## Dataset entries
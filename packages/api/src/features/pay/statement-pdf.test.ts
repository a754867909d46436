import { beforeAll, expect, test } from 'vitest';
import { ClockEntry, PayRate } from '../../db/models/index.ts';
import { useApp } from '../../testing/app.ts';
import { aCompany } from '../../testing/company.ts';
import type { TestCompany } from '../../testing/company.ts';
import { fileOf, pdfText } from '../../testing/pdf-text.ts';
import { v7 as uuid } from 'uuid';

const app = useApp();
let company: TestCompany;
beforeAll(async () => {
  company = await aCompany(app);
  const personId = company.people.sefa.id;
  await PayRate.create({ id: uuid(), kind: 'hourly', personId, value: '20', startsOn: '2026-01-01' });
  await ClockEntry.create({
    id: uuid(),
    personId,
    kind: 'shop',
    startedAt: new Date('2026-05-14T12:00:00Z'),
    endedAt: new Date('2026-05-14T14:00:00Z'),
  });
});

test('a statement is a PDF with its fonts in it, for the owner, not for others before the lock', async () => {
  const path = `/api/pay/statements/2026-05-11/${company.people.sefa.id}/statement.pdf`;
  const answer = await fileOf((await company.owner()).get(path));
  expect([answer.status, answer.type]).toEqual([200, 'application/pdf']);
  const pdf = answer.bytes.toString('latin1');
  expect(pdf.startsWith('%PDF-')).toBe(true);
  expect(pdf).toMatch(/\/FontFile[23]/);
  expect(pdf).toContain('RobotoFlex');
  expect(pdfText(answer.bytes)).toMatch(/Sefa Lund[^]*2\.00 h worked[^]*Gross\n40\.00/);
  await (await company.sefa()).get(path).expect(403);
  await (await company.idris()).get(path).expect(403);
});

## TASK GOAL
Would you restate word for word every line from the one holding "let company: TestCompany;" to the end of the entries, both ends included?

## OUTPUT OF THE TASK
let company: TestCompany;
beforeAll(async () => {
  company = await aCompany(app);
  const personId = company.people.sefa.id;
  await PayRate.create({ id: uuid(), kind: 'hourly', personId, value: '20', startsOn: '2026-01-01' });
  await ClockEntry.create({
    id: uuid(),
    personId,
    kind: 'shop',
    startedAt: new Date('2026-05-14T12:00:00Z'),
    endedAt: new Date('2026-05-14T14:00:00Z'),
  });
});

test('a statement is a PDF with its fonts in it, for the owner, not for others before the lock', async () => {
  const path = `/api/pay/statements/2026-05-11/${company.people.sefa.id}/statement.pdf`;
  const answer = await fileOf((await company.owner()).get(path));
  expect([answer.status, answer.type]).toEqual([200, 'application/pdf']);
  const pdf = answer.bytes.toString('latin1');
  expect(pdf.startsWith('%PDF-')).toBe(true);
  expect(pdf).toMatch(/\/FontFile[23]/);
  expect(pdf).toContain('RobotoFlex');
  expect(pdfText(answer.bytes)).toMatch(/Sefa Lund[^]*2\.00 h worked[^]*Gross\n40\.00/);
  await (await company.sefa()).get(path).expect(403);
  await (await company.idris()).get(path).expect(403);
});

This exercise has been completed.